WHAT TO WORK ON: Your answer should be the exact lines of the data below from the one containing "async def test_adding_and_removing_a_pathway_matches_the_core()" through the one containing "async def test_target_and_metabolite_lists_edit_by_keyboard()"; please include nothing else.

RECORDS FOR THIS TASK:
--- START ---
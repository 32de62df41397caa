"""The terminal app, driven headless with Pilot: edits, errors, lists, files, guard, pinning.

Every number the app shows is compared with :func:`interact.assess` on the
equivalent scenario built directly (the core is the reference for the shell);
one check goes through the form to a published value (CPT 2015, Table 2).
The demo scenario is invented and serves only as an input, never as a check value.
"""

from __future__ import annotations

import dataclasses
import shutil
from pathlib import Path
from typing import Any

import pytest
from conftest import base_dict, read_checks
from pilot_helpers import asynctest, replace_text, text_of, type_path

from interact import assess, load_scenario
from interact.cautions import CAUTION_LINE, DOSE_CAUTIONS
from interact.report.numbers import fmt_ratio
from interact.scenario import demo_path
from interact.sources import resolve
from interact.tui.app import InteractApp
from interact.tui.screens import AskPath, ConfirmDiscard, HelpScreen, LoadProblems

SIZE = (120, 40)


def demo() -> Any:
    return load_scenario(demo_path())


@asynctest
async def test_starts_on_the_invented_demo_with_results_and_caution() -> None:
    app = InteractApp()
    async with app.run_test(size=SIZE) as pilot:
        await pilot.pause()
        assert app.valid
        expected = assess(demo())
        assert app.assessment is not None
        assert app.assessment.prediction.total == expected.prediction.total
        answer = text_of(app, "#answer-body")
        assert fmt_ratio(expected.prediction.total) in answer
        assert "STUDY INDICATED" in answer  # the demo's R1 for CYP3A exceeds 1.02 (words, not colour)
        assert DOSE_CAUTIONS[0] in answer  # the dose area repeats the caution
        assert CAUTION_LINE in text_of(app, "#caution-line")
        assert "built-in demo" in app.sub_title and "unsaved" not in app.sub_title


@asynctest
async def test_editing_a_field_updates_the_results() -> None:
    app = InteractApp()
    async with app.run_test(size=SIZE) as pilot:
        await pilot.pause()
        before = app.generation
        await replace_text(pilot, app, "victim.pathways[0].fm", "0.5")
        s = demo()
        pw = (dataclasses.replace(s.victim.pathways[0], fm=0.5), *s.victim.pathways[1:])
        expected = assess(dataclasses.replace(s, victim=dataclasses.replace(s.victim, pathways=pw)))
        assert app.generation > before
        assert app.valid
        assert app.assessment is not None
        assert app.assessment.prediction.total == pytest.approx(expected.prediction.total, rel=1e-12)
        assert app.assessment.prediction.total != assess(s).prediction.total
        assert fmt_ratio(expected.prediction.total) in text_of(app, "#answer-body")
        assert "unsaved" in app.sub_title


@asynctest
async def test_field_shows_what_the_value_was_understood_as() -> None:
    app = InteractApp()
    async with app.run_test(size=SIZE) as pilot:
        await pilot.pause()
        await replace_text(pilot, app, "perpetrator.cmax", "812 ng/mL")
        # 812 ng/mL / 487.6 g/mol = 1.665 uM (unit arithmetic, molar mass of the demo compound)
        note = app.field("perpetrator.cmax").note_text
        assert "812 ng/mL = 1.67 uM" in note
        assert "Imax,u" in note
        # an empty optional field names the default used and its source
        await replace_text(pilot, app, "perpetrator.ka", "")
        ka = app.field("perpetrator.ka").note_text
        assert ka.startswith("empty: 0.1 1/min used, default")
        assert app.assessment is not None
        setting = next(s for s in app.assessment.settings if s.name == "absorption_rate")
        assert setting.origin in ("default", "rule set") and resolve(setting.source) in ka


@asynctest
async def test_invalid_unit_shows_error_keeps_text_and_marks_result_stale() -> None:
    app = InteractApp()
    async with app.run_test(size=SIZE) as pilot:
        await pilot.pause()
        good = app.assessment
        await replace_text(pilot, app, "perpetrator.inhibits[0].ki", "4.2 uk", typed=2)
        row = app.field("perpetrator.inhibits[0].ki")
        assert row.text == "4.2 uk"  # the user's text is kept
        assert row.has_error
        assert 'unknown unit "uk"' in row.note_text and "expected a concentration" in row.note_text
        assert not app.valid
        assert app.assessment is good  # last valid result stays ...
        answer = text_of(app, "#answer-body")
        assert answer.startswith("NOT UPDATED")  # ... clearly marked as not reflecting the edit
        assert "perpetrator.inhibits[0].ki" in answer
        assert fmt_ratio(good.prediction.total) in answer
        # fixing the unit clears the mark and updates the result
        await pilot.press("backspace", "backspace", "n", "M")
        assert app.valid and "NOT UPDATED" not in text_of(app, "#answer-body")
        assert app.assessment is not good
        assert "4.2 nM = 0.00420 uM" in row.note_text


@asynctest
async def test_problem_from_validation_lands_under_its_field() -> None:
    app = InteractApp()
    async with app.run_test(size=SIZE) as pilot:
        await pilot.pause()
        await replace_text(pilot, app, "victim.pathways[0].fm", "0.95")  # 0.95 + 0.08 > 1 (the core's rule)
        assert not app.valid
        pathways = next(r for r in app.form.rows if r.kind == "list" and r.key == "victim.pathways")
        assert "sum to 1.03" in pathways.problem  # shown on the list's title line
        assert "sum to 1.03" in text_of(app, "#answer-body")


@asynctest
async def test_adding_and_removing_a_pathway_matches_the_core() -> None:
    app = InteractApp()
    async with app.run_test(size=SIZE) as pilot:
        await pilot.pause()
        s = demo()
        # remove the second pathway (CYP2C9): select its "remove" line and press Enter
        app.form.select("victim.pathways[1]")
        assert app.form.current.kind == "remove"  # type: ignore[union-attr]
        await pilot.press("enter")
        await pilot.pause()
        only3a = dataclasses.replace(s, victim=dataclasses.replace(s.victim, pathways=s.victim.pathways[:1]))
        assert app.valid and app.assessment is not None
        assert app.assessment.prediction.total == pytest.approx(assess(only3a).prediction.total, rel=1e-12)
        # add it back with Ctrl+N from inside the pathway list, then type enzyme and fm
        await app.reveal("victim.pathways[0].fm")
        await pilot.press("ctrl+n")
        await pilot.pause()
        assert not app.valid  # the new pathway is empty: its fields say what is missing
        assert "is missing" in app.field("victim.pathways[1].enzyme").note_text
        assert app.form.current_field is app.field("victim.pathways[1].enzyme")
        await pilot.press("C", "Y", "P", "2", "C")
        await pilot.press("right")  # accept the suggestion: CYP2C8 is the first match; Backspace and 9
        await pilot.press("backspace", "9")
        assert app.field("victim.pathways[1].enzyme").text == "CYP2C9"
        await replace_text(pilot, app, "victim.pathways[1].fm", "0.08")
        assert app.valid and app.assessment is not None
        assert app.assessment.prediction.total == pytest.approx(assess(s).prediction.total, rel=1e-12)
        # a pathway with an enzyme the perpetrator does not touch changes nothing but is reported
        await pilot.press("ctrl+n")
        await replace_text(pilot, app, "victim.pathways[2].enzyme", "CYP2D6")
        await replace_text(pilot, app, "victim.pathways[2].fm", "0.05")
        assert app.valid and app.assessment is not None
        assert app.assessment.prediction.total == pytest.approx(assess(s).prediction.total, rel=1e-12)
        assert any("CYP2D6" in w for w in app.assessment.warnings)


@asynctest
async def test_target_and_metabolite_lists_edit_by_keyboard() -> None:
    app = InteractApp()
    async with app.run_test(size=SIZE) as pilot:
        await pilot.pause()
        s = demo()
        # remove the metabolite: Ctrl+R from inside it
        await app.reveal("perpetrator.metabolites[0].cmax")
        await pilot.press("ctrl+r")
        await pilot.pause()
        without = dataclasses.replace(s, perpetrator=dataclasses.replace(s.perpetrator, metabolites=()))
        assert app.valid and app.assessment is not None
        assert app.assessment.prediction.total == pytest.approx(assess(without).prediction.total, rel=1e-12)
        # remove the OATP1B1 target: its basic-model row goes away
        await app.reveal("perpetrator.inhibits[2].ic50")
        await pilot.press("ctrl+r")
        await pilot.pause()
        assert app.valid and app.assessment is not None
        assert all(r.target != "OATP1B1" for r in app.assessment.screen)


@asynctest
async def test_published_r1_through_the_form() -> None:
    """R1 = 1 + [I]/(Ki x fu,inc) for promethazine on CYP2D6: 1.31 in Clin Pharmacol Ther 2015;98:321, Table 2.

    The paper uses total Cmax as [I] (no fu,p), so fu,p = 1 is entered; Ki, fu,inc and [I] are typed into the form.
    """
    row = next(r for r in read_checks("cpt2015_table2_cyp_r_values.csv") if r["inhibitor"] == "promethazine")
    data = base_dict()
    data["perpetrator"]["fu_plasma"] = 1.0
    data["perpetrator"]["inhibits"] = [{"target": "CYP2D6", "ki": "1 uM"}]
    data["victim"]["pathways"] = [{"enzyme": "CYP2D6", "fm": 0.5}]
    app = InteractApp(data=data)
    async with app.run_test(size=SIZE) as pilot:
        await pilot.pause()
        await replace_text(pilot, app, "perpetrator.cmax", f"{row['I_uM_published']} uM")
        await replace_text(pilot, app, "perpetrator.inhibits[0].ki", f"{row['Ki_uM']} uM")
        await replace_text(pilot, app, "perpetrator.inhibits[0].fu_inc", row["fu_inc"])
        assert app.valid and app.assessment is not None
        r1 = next(r for r in app.assessment.screen if r.label == "R1" and r.target == "CYP2D6")
        assert r1.value == pytest.approx(float(row["R_published"]), abs=0.005)  # published to 2 decimals
        assert fmt_ratio(r1.value) in text_of(app, "#answer-body")


@asynctest
async def test_save_then_reopen_gives_the_same_scenario(tmp_path: Path) -> None:
    path = tmp_path / "pair.toml"
    shutil.copy(demo_path(), path)
    app = InteractApp(path)
    async with app.run_test(size=SIZE) as pilot:
        await pilot.pause()
        assert "unsaved" not in app.sub_title and str(path) in app.sub_title
        await replace_text(pilot, app, "victim.fg", "0.6")
        await replace_text(pilot, app, "perpetrator.inhibits[0].ki", "2.9 uM")
        assert "unsaved" in app.sub_title
        await pilot.press("ctrl+s")
        await pilot.pause()
        assert "unsaved" not in app.sub_title
        edited = app.scenario
    reopened = load_scenario(path)
    assert reopened == edited
    assert reopened.victim.fg == 0.6
    app2 = InteractApp(path)
    async with app2.run_test(size=SIZE) as pilot:
        await pilot.pause()
        assert app2.scenario == edited
        assert app2.field("perpetrator.inhibits[0].ki").text == "2.9 uM"  # as the user typed it, not respelled


@asynctest
async def test_demo_save_asks_for_a_name_and_does_not_touch_the_demo(tmp_path: Path) -> None:
    original = demo_path().read_bytes()
    target = tmp_path / "copy.toml"
    app = InteractApp()
    async with app.run_test(size=SIZE) as pilot:
        await pilot.pause()
        await replace_text(pilot, app, "victim.fg", "0.5")
        await pilot.press("ctrl+s")
        await pilot.pause()
        assert isinstance(app.screen, AskPath)
        await type_path(pilot, app, str(target))
        assert app.path == target and "unsaved" not in app.sub_title
        assert load_scenario(target) == app.scenario
    assert demo_path().read_bytes() == original


@asynctest
async def test_unsaved_changes_guard_on_quit() -> None:
    app = InteractApp()
    async with app.run_test(size=SIZE) as pilot:
        await pilot.pause()
        await pilot.press("ctrl+q")  # nothing edited yet would quit at once; edit first
        assert app.return_code == 0
    app = InteractApp()
    async with app.run_test(size=SIZE) as pilot:
        await pilot.pause()
        await replace_text(pilot, app, "victim.fg", "0.3")
        await pilot.press("ctrl+q")
        await pilot.pause()
        assert isinstance(app.screen, ConfirmDiscard)
        assert app.return_code is None
        await pilot.press("escape")  # go back: nothing lost
        await pilot.pause()
        assert not isinstance(app.screen, ConfirmDiscard)
        assert app.field("victim.fg").text == "0.3"
        await pilot.press("ctrl+q")
        await pilot.pause()
        await pilot.press("d")  # discard and quit
        await pilot.pause()
        assert app.return_code == 0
--- END ---
RESPONSE:
async def test_adding_and_removing_a_pathway_matches_the_core() -> None:
    app = InteractApp()
    async with app.run_test(size=SIZE) as pilot:
        await pilot.pause()
        s = demo()
        # remove the second pathway (CYP2C9): select its "remove" line and press Enter
        app.form.select("victim.pathways[1]")
        assert app.form.current.kind == "remove"  # type: ignore[union-attr]
        await pilot.press("enter")
        await pilot.pause()
        only3a = dataclasses.replace(s, victim=dataclasses.replace(s.victim, pathways=s.victim.pathways[:1]))
        assert app.valid and app.assessment is not None
        assert app.assessment.prediction.total == pytest.approx(assess(only3a).prediction.total, rel=1e-12)
        # add it back with Ctrl+N from inside the pathway list, then type enzyme and fm
        await app.reveal("victim.pathways[0].fm")
        await pilot.press("ctrl+n")
        await pilot.pause()
        assert not app.valid  # the new pathway is empty: its fields say what is missing
        assert "is missing" in app.field("victim.pathways[1].enzyme").note_text
        assert app.form.current_field is app.field("victim.pathways[1].enzyme")
        await pilot.press("C", "Y", "P", "2", "C")
        await pilot.press("right")  # accept the suggestion: CYP2C8 is the first match; Backspace and 9
        await pilot.press("backspace", "9")
        assert app.field("victim.pathways[1].enzyme").text == "CYP2C9"
        await replace_text(pilot, app, "victim.pathways[1].fm", "0.08")
        assert app.valid and app.assessment is not None
        assert app.assessment.prediction.total == pytest.approx(assess(s).prediction.total, rel=1e-12)
        # a pathway with an enzyme the perpetrator does not touch changes nothing but is reported
        await pilot.press("ctrl+n")
        await replace_text(pilot, app, "victim.pathways[2].enzyme", "CYP2D6")
        await replace_text(pilot, app, "victim.pathways[2].fm", "0.05")
        assert app.valid and app.assessment is not None
        assert app.assessment.prediction.total == pytest.approx(assess(s).prediction.total, rel=1e-12)
        assert any("CYP2D6" in w for w in app.assessment.warnings)


@asynctest
async def test_target_and_metabolite_lists_edit_by_keyboard() -> None:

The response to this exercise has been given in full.